Unlike many composers, Bernard Herrmann got to see Hitchcock's film and write to it scene by scene, which isn't to say that every piece of Herrmann's score came to him as he watched Hitchcock's otherwise finished product. Professor Royal Brown says some pieces in "Psycho" were written by Herrmann more than 25 years earlier.

"I interviewed Herrmann very shortly before he died and insisted to me that he always depended upon the film to be inspired for the music. And yet there's a major cue called "The Swamp" in "Psycho" that is taken out of a 1933 symphonetta for strings that Herrmann wrote. And there are several other points in the "Psycho" score that also come from this. So my impression is that Herrmann was exploring very deep, dark, gloomy areas a long time before he met Hitchcock."

Bernard Herrmann's score for "Psycho" was not even nominated for an Academy Award, and his collaboration with Hitchcock, so fertile in the 1950s, crashed on the unhappy shores of the '60s. Movie scores were turning to jazz, pop and rock music and striving to include a hit tune. Herrmann's orchestral scoring of Hitchcock's film "Torn Curtain" struck the studio as antiquated. It was rejected and replaced. But Herrmann's work gained greater recognition years later. And imitation being the sincerest form of movie music, his inventive use of strings became a cliche for cinematic horror. Also, his music inspired younger film composers.

"It was growing up on Herrmann that gave me the love of film music that allowed me to become a composer. He's always been my model and my idol," says film composer Danny Elfman, who has scored director Tim Burton's movies. He says Herrmann was able to communicate perfectly with Hitchcock, even though the music is typically the hardest aspect of a movie for a filmmaker to relate to.

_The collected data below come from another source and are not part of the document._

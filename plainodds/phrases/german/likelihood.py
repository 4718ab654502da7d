"""Likelihood intervals of odds ratios in German, and ends that do not exist."""

from __future__ import annotations

from plainodds.answers.odds import OddsAnswer, OddsRow
from plainodds.phrases.german.parts import covariance, level_intervals
from plainodds.phrases.german.unbounded import ratio_figure
from plainodds.phrases.labels import listed
from plainodds.phrases.lexicon import lexicon
from plainodds.phrases.likelihood import names_open, open_ends
from plainodds.phrases.numbers import level_figures, ratio
from plainodds.phrases.parts import ratio_with_interval
from plainodds.phrases.unbounded import has_finite_estimate

__all__ = ["interval_method", "likelihood_cautions", "odds_ratio_words"]


def odds_ratio_words(row: OddsRow, level: float) -> str:
    """As in "2,02 (95-%-Intervall 1,08 bis 3,78)"; an end that does not exist is said to be none.

    Returns
    -------
    str
        "12,3 (95-%-Intervall ab 1,42, ohne obere Grenze)" where there is none.
    """
    open_below, open_above = open_ends(row)
    odds = row.odds_ratio
    if not has_finite_estimate(row) and odds.lower is None:
        return ratio_figure(odds.estimate)
    if not (open_below or open_above) or odds.lower is None or odds.upper is None:
        return ratio_with_interval(odds, level)
    told = "ohne Grenze auf beiden Seiten"
    if not open_below:
        told = f"ab {ratio(odds.lower)}, ohne obere Grenze"
    elif not open_above:
        told = f"bis {ratio(odds.upper)}, ohne untere Grenze"
    figure = ratio(odds.estimate) if has_finite_estimate(row) else ratio_figure(odds.estimate)
    return figure + lexicon().interval.format(level_figures(level), told)


def likelihood_cautions(answer: OddsAnswer) -> tuple[str, ...]:
    """What likelihood intervals are, and what an open end means; empty for Wald intervals."""
    if answer.question.interval != "likelihood":
        return ()
    told = [
        "Die Intervalle sind Likelihood-Intervalle: sie enthalten die Werte, unter denen die Daten "
        "noch etwa so gut erklärt sind wie unter dem besten"
    ]
    for place, end, further in ((1, "obere", "größeren"), (0, "untere", "kleineren")):
        names = names_open(answer, place)
        if names:
            told.append(
                f"Es gibt keine {end} Grenze bei {listed(names)}: die Daten schließen keinen "
                f"{further} Wert aus"
            )
    return tuple(told)


def interval_method(answer: OddsAnswer) -> str:
    """How intervals and tests are made, to follow a semicolon."""
    level, matrix = level_intervals(answer.question.level), covariance(answer.subject)
    if answer.question.interval == "likelihood":
        return (
            f"{level} sind Profil-Likelihood-Intervalle (Werte, deren neu angepasste Devianz "
            "innerhalb der Chi-Quadrat-Grenze des Minimums bleibt), p-Werte gehören zu "
            f"Likelihood-Quotienten-Tests, Standardfehler beruhen auf {matrix}"
        )
    return f"{level} sind Wald-Intervalle auf der Log-Skala, mit {matrix}"
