"""Effects on the chance in German: one sentence for each predictor, in percentage points."""

from __future__ import annotations

from plainodds.answers.effects import EffectRow, EffectsAnswer
from plainodds.model.predictors import PredictorFacts
from plainodds.phrases.averaged import rows_chosen
from plainodds.phrases.choices.concerns import effects_spoken_of
from plainodds.phrases.choices.effects import (
    effects_averaged,
    groups_counted,
    has_slopes,
    has_tiny_slopes,
    highest_and_lowest,
    is_slope,
    open_names,
    rows_together,
    share_is_known,
)
from plainodds.phrases.german.concerns import level_cautions
from plainodds.phrases.german.language import GERMAN
from plainodds.phrases.german.parts import (
    EVERYTHING,
    among,
    association,
    case,
    covariance,
    drawn_method,
    drawn_sentences,
    event,
    held_whom,
    level_intervals,
    model_cautions,
)
from plainodds.phrases.german.parts import chance as chance_for
from plainodds.phrases.labels import (
    effect_label,
    line_label,
    listed,
    named_value,
    predictor_label,
    predictor_name,
    step_label,
    value_label,
)
from plainodds.phrases.lexicon import lexicon
from plainodds.phrases.numbers import chance, frequency, p_value, percentage_points
from plainodds.phrases.parts import (
    difference_with_interval,
    points_with_interval,
    profile_words,
    rows_words,
    say_level_once,
)
from plainodds.phrases.saying import Audience, Words, for_audience
from plainodds.phrases.sentences import joined, sentence
from plainodds.phrases.units import per_unit

__all__ = ["effects_title"]


@GERMAN.words.register
def _(answer: EffectsAnswer, audience: Audience = "plain") -> Words:
    return for_audience(audience, {"plain": _plain, "technical": _technical}, answer)


def _plain(answer: EffectsAnswer) -> Words:
    others = _others(answer)
    told = [*_share(answer), *_rows(answer), *others]
    if not effects_averaged(answer):
        # whose chance it is comes before how it changes
        told = [*_share(answer), *others, *_rows(answer)]
    for row in answer.rows[:1]:
        told += drawn_sentences(answer.subject, answer.question.sample, row.effect)
    return _words(answer, told, [*_open(answer), *_slopes(answer)])


def _words(answer: EffectsAnswer, told: list[str], more: list[str]) -> Words:
    held = not effects_averaged(answer)
    levels = level_cautions(answer.subject, effects_spoken_of(answer))
    return Words(
        tuple(map(sentence, told)),
        (
            *map(sentence, (association(answer.subject), *levels, *more)),
            *model_cautions(answer.subject, offset_held=held),
        ),
    )


def _share(answer: EffectsAnswer) -> list[str]:
    """How common the event is, since percentage points alone say nothing of that."""
    if not share_is_known(answer):
        return []
    share, what = answer.subject.outcome.share, event(answer.subject.outcome)
    told = f"In den Daten insgesamt beträgt der Anteil mit {what} {chance(share)}"
    return [lexicon().that_is.format(told, frequency(share))]


def _rows(answer: EffectsAnswer) -> list[str]:
    told = []
    for place, rows in enumerate(rows_together(answer)):
        facts = answer.subject.predictor(rows[0].predictor)
        noun = _noun(answer, in_full=place == 0)
        items = [_difference(row, answer.question.level) for row in rows]
        items = say_level_once(items, answer.question.level)
        placed = listed(_placed(answer, rows, items))
        told.append(f"{_opening(facts, rows)} liegt {noun} {placed}")
    return told


def _difference(row: EffectRow, level: float) -> str:
    told = difference_with_interval(row.effect, level)
    return f"etwa {told}" if is_slope(row) and told[0].isdigit() else told


def _opening(facts: PredictorFacts, rows: list[EffectRow]) -> str:
    name, first = predictor_name(facts), rows[0]
    if first.start is None or first.end is None:
        step = lexicon().per_additional.format(per_unit(facts.unit))
        if first.step is not None:
            step = step_label(facts, first.step)
        return f"{step} ({name})"
    if len({row.end for row in rows}) > 1:
        return f"verglichen mit {named_value(facts, first.start)}"
    ends = value_label(facts, first.end), value_label(facts, first.start)
    return f"bei {lexicon().value.format(name, lexicon().rather.format(*ends))}"


def _placed(answer: EffectsAnswer, rows: list[EffectRow], items: list[str]) -> list[str]:
    """Each figure with its level or its group; alone where there is one only."""
    facts = answer.subject.predictor(rows[0].predictor)
    if answer.question.by is not None:
        return [f"{text} {_group(answer, row)}" for text, row in zip(items, rows, strict=True)]
    if len(rows) == 1:
        return items
    return [
        f"{text} bei {line_label(facts, row.end)}"
        for text, row in zip(items, rows, strict=True)
        if row.end is not None
    ]


def _group(answer: EffectsAnswer, row: EffectRow) -> str:
    """In which group: "bei material = PVC"."""
    if row.by is None:
        return ""
    return f"bei {named_value(answer.subject.predictor(answer.question.by or ''), row.by)}"


def _noun(answer: EffectsAnswer, *, in_full: bool) -> str:
    """Which chance differs, in full in the first sentence."""
    subject, averaged = answer.subject, effects_averaged(answer)
    if not in_full:
        if averaged:
            return "die mittlere Wahrscheinlichkeit"
        return f"die Wahrscheinlichkeit für diesen {case(subject.outcome)}"
    noun = chance_for(subject.outcome, averaged=averaged)
    if not averaged:
        return f"{noun} bei {held_whom(subject, answer.held, answer.question.others, 'einem')}"
    where = answer.question.where
    return f"{noun} bei {among(subject, where, sum(answer.counted))}" if where else noun


def _others(answer: EffectsAnswer, at_most: int = 8) -> list[str]:
    subject = answer.subject
    if not effects_averaged(answer):
        if not answer.held:
            return []
        held = profile_words(subject, answer.held, at_most=at_most)
        return [f"Jedes Merkmal wird betrachtet, während die anderen festgehalten sind: {held}"]
    return [
        f"Jeder {case(subject.outcome)} behält seine eigenen Werte in allem anderen; gemittelt "
        f"werden die Änderungen der Wahrscheinlichkeit über {_counted(answer)}"
    ]


def _counted(answer: EffectsAnswer) -> str:
    """The rows averaged over, for each group where there are groups."""
    subject, question = answer.subject, answer.question
    whole = rows_chosen(subject, question.where, sum(answer.counted))
    if question.by is None:
        return whole
    facts = subject.predictor(question.by)
    told = [
        f"{rows_chosen(subject, None, counted)} mit {named_value(facts, level)}"
        for level, counted in groups_counted(answer)
    ]
    return f"{whole}: {listed(told)}"


def _open(answer: EffectsAnswer) -> list[str]:
    """For which predictors an interval holds changes in both directions."""
    found = open_names(answer)
    if not found:
        return []
    return [
        f"Reicht ein Intervall von niedriger bis höher, wie bei {listed(found)}, so lassen die "
        "Daten offen, in welche Richtung sich die Wahrscheinlichkeit unterscheidet"
    ]


def _slopes(answer: EffectsAnswer) -> list[str]:
    """What a figure per unit is, and what to ask where it is too small to be written."""
    if not has_slopes(answer):
        return []
    whose = case(answer.subject.outcome, "Falls")
    own = f"am eigenen Wert jedes {whose}"
    if not effects_averaged(answer):
        own = f"am Wert dieses {whose}"
    told = [
        f"Eine Zahl je Einheit ist die Rate {own}; über eine größere Änderung muss sich die "
        "Wahrscheinlichkeit nicht daran halten"
    ]
    if has_tiny_slopes(answer):
        told.append(
            "Wo eine Zahl je Einheit zu klein ist, um ausgeschrieben zu werden, hilft es, nach "
            "einem ganzen Schritt zu fragen"
        )
    return told


def _technical(answer: EffectsAnswer) -> Words:
    subject, question = answer.subject, answer.question
    told = [_technical_row(answer, row) for row in answer.rows]
    kind = "Mittlere marginale Effekte (AME)"
    if question.others == "typical":
        kind = "Marginale Effekte am typischen Profil (Mediane und häufigste Stufen)"
    elif not effects_averaged(answer):
        kind = "Marginale Effekte an einem angegebenen Profil (MER), Nichtangegebenes ist typisch"
    method = (
        f"{kind}: dπ/dx von Zahlen durch jede Spalte, die sie bewegen, und diskrete Änderungen von "
        f"Stufen und Schritten, aus {rows_words(subject)}"
    )
    if any(row.effect.lower is not None for row in answer.rows):
        method += (
            f"; {level_intervals(question.level)} und p-Werte (Wald-Tests auf keine Änderung) nach "
            f"der Delta-Methode mit exakten Gradienten, mit {covariance(subject)}"
        )
        if effects_averaged(answer):
            method += f"; Zeilen gewichtet wie bei der Anpassung{drawn_method(question.sample)}"
    return _words(answer, [*told, *_others(answer, EVERYTHING), method], [])


def _technical_row(answer: EffectsAnswer, row: EffectRow) -> str:
    subject, question = answer.subject, answer.question
    facts = subject.predictor(row.predictor)
    label = f"{predictor_label(facts)}, {effect_label(facts, row)}"
    if question.by is not None and row.by is not None:
        label += f"; {named_value(subject.predictor(question.by), row.by)}"
    slope, averaged = is_slope(row), effects_averaged(answer)
    kind = "marginaler Effekt dπ/dx" if slope else "diskrete Änderung"
    average = ("mittlerer " if slope else "mittlere ") if averaged else ""
    text = f"{label}: {average}{kind} {points_with_interval(row.effect, question.level)}"
    if row.effect.se is not None:
        text += lexicon().standard_error.format(percentage_points(row.effect.se))
    return text if row.p_value is None else f"{text}, p-Wert {p_value(row.p_value)}"


def effects_title(answer: EffectsAnswer) -> str:
    """What changes, in the genitive: "der mittleren Wahrscheinlichkeit für …"."""
    averaged = "mittleren " if effects_averaged(answer) else ""
    return f"der {averaged}Wahrscheinlichkeit für {event(answer.subject.outcome)}"


@GERMAN.alternative.register
def _(answer: EffectsAnswer) -> str:
    rows = answer.rows
    one = len(rows) == 1
    changes = "1 Änderung" if one else f"{len(rows)} Änderungen"
    marks = "Punkt" if one else "Punkte"
    start = f"{changes} {effects_title(answer)} als {marks} auf einer Achse von Prozentpunkten"
    if any(row.effect.lower is not None for row in rows):
        start += f", mit Linien für {level_intervals(answer.question.level)}"
    known = highest_and_lowest(answer)
    if not known:
        return sentence(start)
    told = f"{'Sie beträgt' if one else 'Die höchste beträgt'} {_short(answer, known[0])}"
    for lowest in known[1:]:
        told += f"; die niedrigste beträgt {_short(answer, lowest)}"
    return joined(start, told)


def _short(answer: EffectsAnswer, row: EffectRow) -> str:
    facts = answer.subject.predictor(row.predictor)
    by = f", {_group(answer, row)}" if answer.question.by is not None else ""
    points = points_with_interval(row.effect, answer.question.level)
    return f"{points} für {predictor_name(facts)}, {effect_label(facts, row)}{by}"
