"""Two predictors together on the odds scale in German, and why the two scales disagree."""

from __future__ import annotations

import math

from plainodds.answers.pair import PairAnswer
from plainodds.phrases.choices.pair import (
    Disagreement,
    disagreement,
    odds_ratio_everywhere,
    odds_ratios,
    side_of,
)
from plainodds.phrases.german.pair_labels import both_b, odds, opening
from plainodds.phrases.labels import predictor_name
from plainodds.phrases.numbers import quantity
from plainodds.phrases.parts import ratio_with_interval, say_level_once

__all__ = ["disagreement_sentences", "odds_sentences"]

_DISAGREEMENTS: dict[Disagreement, str] = {
    "differs": "In Wahrscheinlichkeiten unterscheidet es sich dennoch, denn",
    "may differ": "In Wahrscheinlichkeiten kann es sich dennoch unterscheiden, denn",
    "opposite": "Die beiden Skalen weisen in entgegengesetzte Richtungen, und beide haben recht:",
    "clear in chances": (
        "In Wahrscheinlichkeiten ist es also klar und auf der Skala der Odds offen, denn"
    ),
    "clear in odds": (
        "Auf der Skala der Odds ist es also klar und in Wahrscheinlichkeiten offen, denn"
    ),
}


def odds_sentences(answer: PairAnswer) -> list[str]:
    """What the change does to the odds at both values of the other, and their ratio."""
    level, found = answer.question.level, odds_ratios(answer)
    if not answer.interaction.joined:
        alone = odds_ratio_everywhere(answer) if found is None else found[0]
        if alone is None:
            return [_not_joined(answer)]
        factor = ratio_with_interval(alone, level)
        return [
            f"{_not_joined(answer)}: {opening(answer)} wird {odds(answer)} mit {factor} "
            "multipliziert"
        ]
    before, after = both_b(answer)
    both = answer.interaction.ratio
    if math.isnan(both.estimate):
        return []
    if found is None:
        return [
            f"auf der Skala der Odds ist, {opening(answer)}, der Faktor, mit dem die Chance (Odds) "
            f"multipliziert wird, bei {after} gleich dem bei {before} mal "
            f"{ratio_with_interval(both, level)} (das Verhältnis der Odds Ratios)"
        ]
    first, second, third = say_level_once(
        [ratio_with_interval(each, level) for each in (*found, both)], level
    )
    told = (
        f"auf der Skala der Odds wird, {opening(answer)}, {odds(answer)} bei {before} mit {first} "
        f"und bei {after} mit {second} multipliziert: das Verhältnis der Odds Ratios ist {third}"
    )
    if side_of(both, 1.0) == "open":
        told += "; offen bleibt, ob es über oder unter 1 liegt"
    return [told]


def _not_joined(answer: PairAnswer) -> str:
    subject, question = answer.subject, answer.question
    a, b = (predictor_name(subject.predictor(name)) for name in (question.a, question.b))
    return (
        f"das Modell hat keinen Term, der {a} und {b} verbindet; angenommen ist damit, dass ein "
        "Chancenverhältnis (Odds Ratio) des einen bei jedem Wert des anderen dasselbe ist"
    )


def disagreement_sentences(answer: PairAnswer) -> list[str]:
    """That, and why, the two scales tell different things; empty where they agree."""
    found = disagreement(answer)
    if found is None:
        return []
    return [
        f"{_DISAGREEMENTS[found]} derselbe Faktor auf der Chance (Odds) bewegt eine "
        f"Wahrscheinlichkeit nahe {quantity(50, '%')} um mehr Punkte als eine nahe an einem der "
        "beiden Enden"
    ]
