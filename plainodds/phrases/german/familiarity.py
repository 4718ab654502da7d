"""How familiar a profile is to the data, in German."""

from __future__ import annotations

import math

from plainodds.answers.profile import ProfileAnswer, ProfilePoint
from plainodds.phrases.familiarity import values_outside
from plainodds.phrases.labels import listed
from plainodds.phrases.numbers import guarded_count, quantity
from plainodds.phrases.parts import rows_words

__all__ = ["familiarity_cautions", "familiarity_sentences"]

_ALONE = "dort spricht das Modell für sich allein"


def familiarity_sentences(answer: ProfileAnswer) -> list[str]:
    """How many rows are like a familiar profile."""
    found = answer.point.familiarity
    if found.verdict != "familiar" or found.rows_alike == 0:
        return []
    alike = guarded_count(found.rows_alike, answer.subject.smallest_cell)
    rows = f"{alike} Zeile" if alike == "1" else f"{alike} Zeilen"
    return [f"Unter {rows_words(answer.subject)} gibt es {rows}, die diesem Profil sehr ähneln"]


def familiarity_cautions(answer: ProfileAnswer) -> list[str]:
    """Why a profile, or the one compared with, leaves the data or lies at their edge."""
    told = _cautions(answer, answer.point, "dieses Profil", "diesem Profil")
    if answer.comparison is not None:
        told += _cautions(answer, answer.start, "das verglichene Profil", "dem verglichenen Profil")
    return told


def _cautions(answer: ProfileAnswer, point: ProfilePoint, which: str, dative: str) -> list[str]:
    found, subject = point.familiarity, answer.subject
    if found.verdict == "familiar":
        return []
    if math.isnan(found.largest_leverage):
        return [
            "Das Modell enthält keine Zeilen mehr, sodass niemand sagen kann, wie vertraut "
            f"{which} den Daten ist"
        ]
    outside = values_outside(answer, point)
    if outside:
        return [f"{which} liegt außerhalb der Daten: {listed(outside)}; {_ALONE}"]
    if found.verdict == "beyond":
        return [
            f"{which} liegt außerhalb der Daten: jeder Wert kommt vor, aber keine Zeile verbindet "
            f"Werte so ungewöhnlich; {_ALONE}"
        ]
    if found.rows_alike == 0:
        return [
            f"unter {rows_words(subject)} ähnelt keine {dative} sehr; seine Wahrscheinlichkeit ist "
            "daher mit Vorsicht zu nehmen"
        ]
    told = guarded_count(found.rows_alike, subject.smallest_cell)
    alike = "ähnelt nur 1 Zeile" if told == "1" else f"ähneln nur {told} Zeilen"
    return [
        f"{dative} {alike} sehr, und seine Werte sind ungewöhnlicher verbunden als in "
        f"{quantity(99, '%')} der Zeilen"
    ]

"It's the one thing they can't control. They're going to see a picture of all their costumes. They're going to see pictures of all their production design and approve them and be able to make intelligent, theoretically intelligent comments about what they like and don't like about this costume; what they don't like about this set; what they don't like about the way the cinematographer's setting up a shot; the way they don't like the cameras moving. But when it comes to the music, they can't. All they can go is, `I don't know what it is, but it's not getting to me,' or `Something is bothering me here.' And the composer has to interpret what it is, because they don't have any ability to tell you what it is. They often don't even know. It's an abstract form to them. And so it can be a much more abstract and frustrating experience for a director."

"I think when a director finds a composer and-or even production designer or cinematographer or whatever who understands them, who can get inside their head, who can second-guess them correctly, they're just going to want to stick with that person. There's a level of comfort. And "Psycho," it was just one of these absolute instant connections of perfect union of music and image, and Hitchcock at his best, and Bernard Herrmann at his best."